* _Exercise objective_:
Every line containing the string "continue" should be returned from the records.

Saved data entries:
%%
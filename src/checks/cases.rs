//! The cases of a check: boards in its folder that must and must not trip it.
//!
//! `bad-NAME.net` trips the check, `good-NAME.net` is a near miss on which it stays silent. The board file of the same
//! stem says in `[expect]` what each subject comes to: `headroom = { U2 = "fails" }`. What it does not name is silent.

use std::collections::BTreeMap;

use super::finding::Outcome;
use super::language::Figures;
use super::verdict::Verdict;
use crate::source::toml::{Document, Spanned, nearest};
use crate::source::{Problem, Source, Span};

/// The end of a board file's name.
const BOARD_FILE: &str = ".railworthy.toml";

/// A board of a check's folder.
#[derive(Debug, Clone)]
pub struct Case {
    /// The check whose folder holds it.
    pub check: String,
    /// The name of the board: `bad-low-input`.
    pub name: String,
    /// Whether it must trip the check.
    pub bad: bool,
    /// The netlist.
    pub netlist: Source,
    /// The board file, where there is one.
    pub board: Option<Source>,
}

/// What a requirement came to on the board of a case.
#[derive(Debug, Clone, PartialEq, Eq)]
pub struct Told {
    /// The check.
    pub check: String,
    /// The subject, as findings name it.
    pub subject: String,
    /// What it came to; what another finding makes superfluous holds its peace.
    pub verdict: Verdict,
}

/// A case that was run.
#[derive(Debug, Clone)]
pub struct CaseReport {
    /// The check.
    pub check: String,
    /// The board.
    pub case: String,
    /// What is not as expected; empty where all is.
    pub problems: Vec<Problem>,
}

/// A check's folder with its cases, run.
#[derive(Debug, Clone, Default)]
pub struct FolderReport {
    /// What the folder lacks.
    pub problems: Vec<Problem>,
    /// Its cases, by name.
    pub cases: Vec<CaseReport>,
}

impl FolderReport {
    /// Whether nothing is wrong.
    #[must_use]
    pub fn is_clean(&self) -> bool {
        self.problems.is_empty() && self.cases.iter().all(|case| case.problems.is_empty())
    }
}

impl Told {
    /// What the outcomes of a run come to, each under the name of its subject.
    #[must_use]
    pub fn of(outcomes: &[Outcome], figures: &dyn Figures) -> Vec<Self> {
        let told = |outcome: &Outcome| Self {
            check: outcome.check.clone(),
            subject: figures.label(outcome.subject),
            verdict: if outcome.suppressed_by.is_some() { Verdict::Holds } else { outcome.verdict },
        };
        outcomes.iter().map(told).collect()
    }
}

/// Runs the cases of a check's folder: `judge` reads a board and judges it by every check.
pub fn run(
    check: &str,
    files: &BTreeMap<String, String>,
    mut judge: impl FnMut(&Case) -> Result<Vec<Told>, Vec<Problem>>,
) -> FolderReport {
    let (cases, problems) = find(check, files);
    let mut report = FolderReport { problems, cases: Vec::new() };
    for case in &cases {
        let problems = match judge(case) {
            Ok(told) => compare(case, &told),
            Err(problems) => problems,
        };
        report.cases.push(CaseReport { check: check.to_owned(), case: case.name.clone(), problems });
    }
    report
}

/// The cases of a check's folder, by name, and what the folder lacks.
#[must_use]
pub fn find(check: &str, files: &BTreeMap<String, String>) -> (Vec<Case>, Vec<Problem>) {
    let (mut cases, mut problems) = (Vec::new(), Vec::new());
    let source = |file: &str, text: &str| Source::new(format!("checks/{check}/{file}"), text);
    for (file, text) in files {
        if let Some(stem) = file.strip_suffix(BOARD_FILE)
            && !files.contains_key(&format!("{stem}.net"))
        {
            let problem = Problem::error(format!("the board file `{file}` has no netlist beside it"));
            problems.push(problem.help(format!("add `{stem}.net`, or remove the board file")));
        }
        let Some(name) = file.strip_suffix(".net") else { continue };
        if !name.starts_with("bad-") && !name.starts_with("good-") {
            let problem = Problem::error(format!("the netlist `{file}` is neither a bad case nor a good one"));
            problems.push(problem.help(format!("name it `bad-{file}` or `good-{file}`")));
            continue;
        }
        let board_file = format!("{name}{BOARD_FILE}");
        let board = files.get(&board_file).map(|text| source(&board_file, text));
        let (check, name, bad) = (check.to_owned(), name.to_owned(), name.starts_with("bad-"));
        cases.push(Case { check, name, bad, netlist: source(file, text), board });
    }
    for (kind, bad, what) in [("bad", true, "trips"), ("good", false, "does not trip")] {
        if !cases.iter().any(|case| case.bad == bad) {
            let problem = Problem::error(format!("the check `{check}` has no {kind} case"));
            problems
                .push(problem.help(format!("add `{kind}-NAME.net`, a board that {what} it, with its board file")));
        }
    }
    (cases, problems)
}

/// An expected verdict with its place.
struct Expected {
    check: String,
    subject: String,
    verdict: Spanned<Verdict>,
}

/// Sets what a run told against what the case expects.
#[must_use]
pub fn compare(case: &Case, told: &[Told]) -> Vec<Problem> {
    let (expected, mut problems) = match &case.board {
        Some(board) => expectations(board),
        None => (Vec::new(), Vec::new()),
    };
    let own = |one: &&Expected| one.check == case.check;
    if problems.is_empty() && case.bad && !expected.iter().any(|one| own(&one) && one.verdict.value != Verdict::Holds)
    {
        let problem = Problem::error(format!("the bad case `{}` expects no finding of `{}`", case.name, case.check));
        problems.push(
            problem.help(format!("add to its board file: [expect] with {} = {{ U1 = \"fails\" }}", case.check)),
        );
    }
    let Some(board) = &case.board else {
        problems.extend(unexpected(case, &expected, told));
        return problems;
    };
    for one in &expected {
        let at = |problem: Problem| problem.at(board, one.verdict.span, "expected here");
        if !case.bad && one.check == case.check && one.verdict.value <= Verdict::Doubtful {
            let message =
                format!("the good case `{}` expects `{}` to be {}", case.name, one.check, word(one.verdict.value));
            problems.push(at(Problem::error(message)).help("make it a bad case"));
        }
        let found = told.iter().find(|told| told.check == one.check && told.subject == one.subject);
        match found {
            Some(found) if found.verdict == one.verdict.value => {}
            Some(found) => {
                let message = format!("`{}` of {} is {}", one.check, one.subject, word(found.verdict));
                problems.push(at(Problem::error(message)).help(format!("expected: {}", one.verdict.value)));
            }
            None => {
                let message = format!("`{}` is not asked of {}", one.check, one.subject);
                let subjects = told.iter().map(|told| told.subject.as_str());
                let help = match nearest(&one.subject, subjects).filter(|near| *near != one.subject) {
                    Some(near) => format!("did you mean `{near}`?"),
                    None => format!("expected: {}", one.verdict.value),
                };
                problems.push(at(Problem::error(message)).help(help));
            }
        }
    }
    problems.extend(unexpected(case, &expected, told));
    problems
}

/// Findings of the case's own check that are not expected.
fn unexpected(case: &Case, expected: &[Expected], told: &[Told]) -> Vec<Problem> {
    let known = |told: &Told| expected.iter().any(|one| one.check == told.check && one.subject == told.subject);
    told.iter()
        .filter(|told| told.check == case.check && told.verdict != Verdict::Holds && !known(told))
        .map(|told| {
            let message =
                format!("`{}` of {} is {} in the case `{}`", told.check, told.subject, word(told.verdict), case.name);
            Problem::error(message).help("expect it in the board file's `[expect]`, or change the board or the check")
        })
        .collect()
}

/// The verdict as it follows `is`.
fn word(verdict: Verdict) -> &'static str {
    match verdict {
        Verdict::Fails => "failing",
        Verdict::Holds => "holding",
        other => other.name(),
    }
}

/// The `[expect]` table of a board file.
fn expectations(board: &Source) -> (Vec<Expected>, Vec<Problem>) {
    let document = match Document::parse(board) {
        Ok(document) => document,
        Err(problem) => return (Vec::new(), vec![*problem]),
    };
    let mut expected = Vec::new();
    let checks = document.root().table("expect").map(|mut table| table.entries()).unwrap_or_default();
    for check in checks {
        let subjects = check.table().map(|mut table| table.entries()).unwrap_or_default();
        for subject in subjects {
            let Some(text) = subject.text() else { continue };
            let Some(verdict) = Verdict::of_name(text.as_str()) else {
                let names = Verdict::ALL.map(Verdict::name).join(", ");
                text.refuse(
                    format!("`{}` is no verdict", text.as_str()),
                    "unknown verdict",
                    format!("verdicts: {names}"),
                );
                continue;
            };
            let span: Span = text.span();
            let (check, subject) = (check.key().to_owned(), subject.key().to_owned());
            expected.push(Expected { check, subject, verdict: Spanned { value: verdict, span } });
        }
    }
    (expected, document.into_problems())
}

#[cfg(test)]
mod tests {
    use super::*;

    fn files(names: &[(&str, &str)]) -> BTreeMap<String, String> {
        names.iter().map(|(name, text)| ((*name).to_owned(), (*text).to_owned())).collect()
    }

    fn told(subject: &str, verdict: Verdict) -> Told {
        Told { check: "headroom".to_owned(), subject: subject.to_owned(), verdict }
    }

    /// Every problem of a run, with the case.
    fn problems(files: &BTreeMap<String, String>, verdicts: &[(&str, Verdict)]) -> Vec<String> {
        let report = run("headroom", files, |_| Ok(verdicts.iter().map(|(name, v)| told(name, *v)).collect()));
        let cases = report.cases.iter().flat_map(|case| &case.problems);
        report.problems.iter().chain(cases).map(|problem| problem.message().to_owned()).collect()
    }

    #[test]
    fn a_folder_needs_a_bad_and_a_good_case() {
        let bare = files(&[("check.toml", ""), ("odd.net", ""), ("bad-x.railworthy.toml", "")]);
        assert_eq!(
            problems(&bare, &[]),
            [
                "the board file `bad-x.railworthy.toml` has no netlist beside it",
                "the netlist `odd.net` is neither a bad case nor a good one",
                "the check `headroom` has no bad case",
                "the check `headroom` has no good case",
            ]
        );
    }

    #[test]
    fn a_case_that_comes_out_as_expected_is_clean() {
        let expect = "[expect]\nheadroom = { U1 = \"fails\" }\n";
        let both = files(&[("bad-a.net", ""), ("bad-a.railworthy.toml", expect), ("good-b.net", "")]);
        let report = run("headroom", &both, |case| {
            Ok(vec![told("U1", if case.bad { Verdict::Fails } else { Verdict::Holds }), told("U2", Verdict::Holds)])
        });
        assert!(report.is_clean(), "{report:?}");
        assert_eq!(report.cases.len(), 2);
    }

    #[test]
    fn every_difference_is_told() {
        let bad = "[expect]\nheadroom = { U1 = \"fails\", U9 = \"holds\", U3 = \"broken\" }\n";
        let good = "[expect]\nheadroom = { U1 = \"doubtful\" }\n";
        let all = files(&[
            ("bad-a.net", ""),
            ("bad-a.railworthy.toml", bad),
            ("bad-b.net", ""),
            ("good-c.net", ""),
            ("good-c.railworthy.toml", good),
        ]);
        assert_eq!(
            problems(&all, &[("U1", Verdict::Tight)]),
            [
                "`broken` is no verdict",
                "`headroom` of U1 is tight",
                "`headroom` is not asked of U9",
                "the bad case `bad-b` expects no finding of `headroom`",
                "`headroom` of U1 is tight in the case `bad-b`",
                "the good case `good-c` expects `headroom` to be doubtful",
                "`headroom` of U1 is tight",
            ]
        );
    }
}
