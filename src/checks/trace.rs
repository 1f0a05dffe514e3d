//! What a check asked of a subject, requirement by requirement, whatever it came to.

use super::check::Check;
use super::judge::Gate;
use super::language::{Answer, Context, Figures};
use super::verdict::Verdict;
use crate::facts::Subject;
use crate::quantity::{Dimension, Quantity};

/// A requirement of a check that was asked.
#[derive(Debug, Clone)]
pub struct Asked {
    /// The requirement as written.
    pub text: String,
    /// When it is asked, as written.
    pub when: Option<String>,
    /// What it came to, under the caps of the requirement and the check.
    pub verdict: Verdict,
    /// The cap that made it milder, where one did.
    pub capped: Option<Verdict>,
    /// How far from the edge at worst, in SI units; negative where it breaks.
    pub slack: Option<(f64, Dimension)>,
    /// The figures of the comparison that decided, in order of appearance.
    pub figures: Vec<(String, Quantity)>,
    /// The one of a group that decided.
    pub member: Option<Subject>,
}

/// What a check asked of a subject.
#[derive(Debug, Clone)]
pub struct Trace {
    /// The check.
    pub check: String,
    /// Its requirements that were asked, in the order of the file.
    pub asked: Vec<Asked>,
    /// Those that were not, as written: a figure in them does not apply, or their condition speaks against it.
    pub not_asked: Vec<String>,
}

impl Trace {
    /// What the check came to: the worst of its requirements; `None` where it asked nothing.
    #[must_use]
    pub fn verdict(&self) -> Option<Verdict> {
        self.asked.iter().map(|asked| asked.verdict).min()
    }
}

/// Asks a check of a subject and keeps every step.
#[must_use]
pub fn trace(check: &Check, subject: Subject, figures: &dyn Figures) -> Trace {
    let mut trace = Trace { check: check.name.clone(), asked: Vec::new(), not_asked: Vec::new() };
    let context = Context { figures, settings: &check.settings, subject, member: None };
    let gate = Gate::of(check.when.as_ref(), context);
    for rule in &check.requires {
        let inner = gate.as_ref().and_then(|gate| Some((gate, Gate::of(rule.when.as_ref(), context)?)));
        let answer = inner.and_then(|(gate, inner)| match rule.holds.evaluate(context) {
            Answer::Judged(judged) => Some(inner.pass(gate.pass(judged))),
            Answer::NotAsked => None,
        });
        let Some(judged) = answer else {
            trace.not_asked.push(rule.text.clone());
            continue;
        };
        let caps = [rule.at_most, check.at_most].into_iter().flatten();
        let verdict = caps.fold(judged.verdict, Verdict::at_most);
        let decision = judged.decision;
        trace.asked.push(Asked {
            text: rule.text.clone(),
            when: rule.when_text.clone(),
            verdict,
            capped: (verdict != judged.verdict).then_some(verdict),
            slack: decision.slack,
            figures: decision.figures,
            member: decision.member,
        });
    }
    trace
}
%%
* _Reply_:
        let Some(name) = file.strip_suffix(".net") else { continue };
            continue;
            let Some(text) = subject.text() else { continue };
                continue;
            continue;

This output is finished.